§ Task inputs

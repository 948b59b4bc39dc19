"""Numbers as printed text: rounded once, half up, from their shortest exact decimal form."""

from __future__ import annotations

import decimal
import math
from dataclasses import dataclass
from decimal import ROUND_HALF_UP, Decimal

DASH = "-"  # what an undefined number prints as; renderers set it as an en dash


@dataclass(frozen=True)
class Format:
    """How a number is printed.

    Attributes:
        places: digits after the decimal point.
        shift: power of ten it is multiplied with first: 2 prints a decimal as per cent.
        grouped: whether thousands are set apart by commas.
        bounded: whether a positive number that rounds to zero prints as below the smallest one
            that does not.
    """

    places: int
    shift: int = 0
    grouped: bool = False
    bounded: bool = False


FORMATS: dict[str, Format] = {
    "percent": Format(places=2, shift=2),
    "fine_percent": Format(places=4, shift=2),
    "share": Format(places=1, shift=2),
    "number": Format(places=2),
    "p": Format(places=3, bounded=True),
    "average": Format(places=1, grouped=True),
    "count": Format(places=0, grouped=True),
}


def printed(value: float | None, name: str) -> str:
    """A number in the format of that name, with an ASCII minus sign.

    None, where there is no number, gives ""; NaN or infinity, undefined, gives `DASH`; and
    nothing is ever printed as minus zero. Raises KeyError for an unknown format.
    """
    style = FORMATS[name]
    if value is None:
        return ""
    if not math.isfinite(value):
        return DASH
    unit = Decimal(1).scaleb(-style.places)
    exact = Decimal(repr(float(value))).scaleb(style.shift)
    rounded = _quantized(exact, unit)
    if style.bounded and exact > 0 and rounded == 0:
        return f"<{unit}"
    rounded = abs(rounded) if rounded == 0 else rounded
    return f"{rounded:,f}" if style.grouped else f"{rounded:f}"


def _quantized(exact: Decimal, unit: Decimal) -> Decimal:
    """`quantize` refuses results of over 28 digits; a number that long is printed in full."""
    if exact.adjusted() - unit.adjusted() >= 27:
        return exact.to_integral_value()
    return exact.quantize(unit, rounding=ROUND_HALF_UP)


def share(value: float) -> str:
    """A share such as a level in per cent, without trailing zeros: 0.05 gives "5"."""
    return f"{Decimal(repr(float(value))).scaleb(2).normalize():f}".replace("-", "−")


def significant(value: float | None, digits: int, shift: int = 0) -> str:
    """A number times ten to the power `shift`, rounded half up to so many significant digits and written out.

    As `printed`: "" for None, `DASH` for what is not finite, an ASCII minus sign; thousands are set apart by commas.
    """
    if value is None:
        return ""
    if not math.isfinite(value):
        return DASH
    rounded = _kept(Decimal(repr(float(value))).scaleb(shift), digits)
    places = max(digits - 1 - rounded.adjusted(), 0) if rounded else 0
    return f"{rounded:,.{places}f}"


def as_given(value: float, digits: int = 10) -> str:
    """A number as it was delivered, without trailing zeros; one of more than so many digits is rounded to them."""
    return f"{_kept(Decimal(repr(float(value))), digits).normalize():,f}"


def _kept(exact: Decimal, digits: int) -> Decimal:
    rounded = decimal.Context(prec=digits, rounding=ROUND_HALF_UP).plus(exact)
    return rounded if rounded else abs(rounded)  # nothing is ever printed as minus zero


def part(n: int, whole: int) -> str:
    """A count as per cent of a whole with one digit after the point; only none prints as 0 and only all as 100."""
    if not whole:
        return DASH
    if n in (0, whole):
        return "100" if n else "0"
    exact = Decimal(100) * n / whole
    rounded = exact.quantize(Decimal("0.1"), rounding=ROUND_HALF_UP)
    return "<0.1" if not rounded else ">99.9" if rounded == 100 else f"{rounded}"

§ What you are asked to do
Working from the listing above, give it again word for word.

§ Completed task
repository 948b59b4bc39dc19
"""Numbers as printed text: rounded once, half up, from their shortest exact decimal form."""

from __future__ import annotations

import decimal
import math
from dataclasses import dataclass
from decimal import ROUND_HALF_UP, Decimal

DASH = "-"  # what an undefined number prints as; renderers set it as an en dash


@dataclass(frozen=True)
class Format:
    """How a number is printed.

    Attributes:
        places: digits after the decimal point.
        shift: power of ten it is multiplied with first: 2 prints a decimal as per cent.
        grouped: whether thousands are set apart by commas.
        bounded: whether a positive number that rounds to zero prints as below the smallest one
            that does not.
    """

    places: int
    shift: int = 0
    grouped: bool = False
    bounded: bool = False


FORMATS: dict[str, Format] = {
    "percent": Format(places=2, shift=2),
    "fine_percent": Format(places=4, shift=2),
    "share": Format(places=1, shift=2),
    "number": Format(places=2),
    "p": Format(places=3, bounded=True),
    "average": Format(places=1, grouped=True),
    "count": Format(places=0, grouped=True),
}


def printed(value: float | None, name: str) -> str:
    """A number in the format of that name, with an ASCII minus sign.

    None, where there is no number, gives ""; NaN or infinity, undefined, gives `DASH`; and
    nothing is ever printed as minus zero. Raises KeyError for an unknown format.
    """
    style = FORMATS[name]
    if value is None:
        return ""
    if not math.isfinite(value):
        return DASH
    unit = Decimal(1).scaleb(-style.places)
    exact = Decimal(repr(float(value))).scaleb(style.shift)
    rounded = _quantized(exact, unit)
    if style.bounded and exact > 0 and rounded == 0:
        return f"<{unit}"
    rounded = abs(rounded) if rounded == 0 else rounded
    return f"{rounded:,f}" if style.grouped else f"{rounded:f}"


def _quantized(exact: Decimal, unit: Decimal) -> Decimal:
    """`quantize` refuses results of over 28 digits; a number that long is printed in full."""
    if exact.adjusted() - unit.adjusted() >= 27:
        return exact.to_integral_value()
    return exact.quantize(unit, rounding=ROUND_HALF_UP)


def share(value: float) -> str:
    """A share such as a level in per cent, without trailing zeros: 0.05 gives "5"."""
    return f"{Decimal(repr(float(value))).scaleb(2).normalize():f}".replace("-", "−")


def significant(value: float | None, digits: int, shift: int = 0) -> str:
    """A number times ten to the power `shift`, rounded half up to so many significant digits and written out.

    As `printed`: "" for None, `DASH` for what is not finite, an ASCII minus sign; thousands are set apart by commas.
    """
    if value is None:
        return ""
    if not math.isfinite(value):
        return DASH
    rounded = _kept(Decimal(repr(float(value))).scaleb(shift), digits)
    places = max(digits - 1 - rounded.adjusted(), 0) if rounded else 0
    return f"{rounded:,.{places}f}"


def as_given(value: float, digits: int = 10) -> str:
    """A number as it was delivered, without trailing zeros; one of more than so many digits is rounded to them."""
    return f"{_kept(Decimal(repr(float(value))), digits).normalize():,f}"


def _kept(exact: Decimal, digits: int) -> Decimal:
    rounded = decimal.Context(prec=digits, rounding=ROUND_HALF_UP).plus(exact)
    return rounded if rounded else abs(rounded)  # nothing is ever printed as minus zero


def part(n: int, whole: int) -> str:
    """A count as per cent of a whole with one digit after the point; only none prints as 0 and only all as 100."""
    if not whole:
        return DASH
    if n in (0, whole):
        return "100" if n else "0"
    exact = Decimal(100) * n / whole
    rounded = exact.quantize(Decimal("0.1"), rounding=ROUND_HALF_UP)
    return "<0.1" if not rounded else ">99.9" if rounded == 100 else f"{rounded}"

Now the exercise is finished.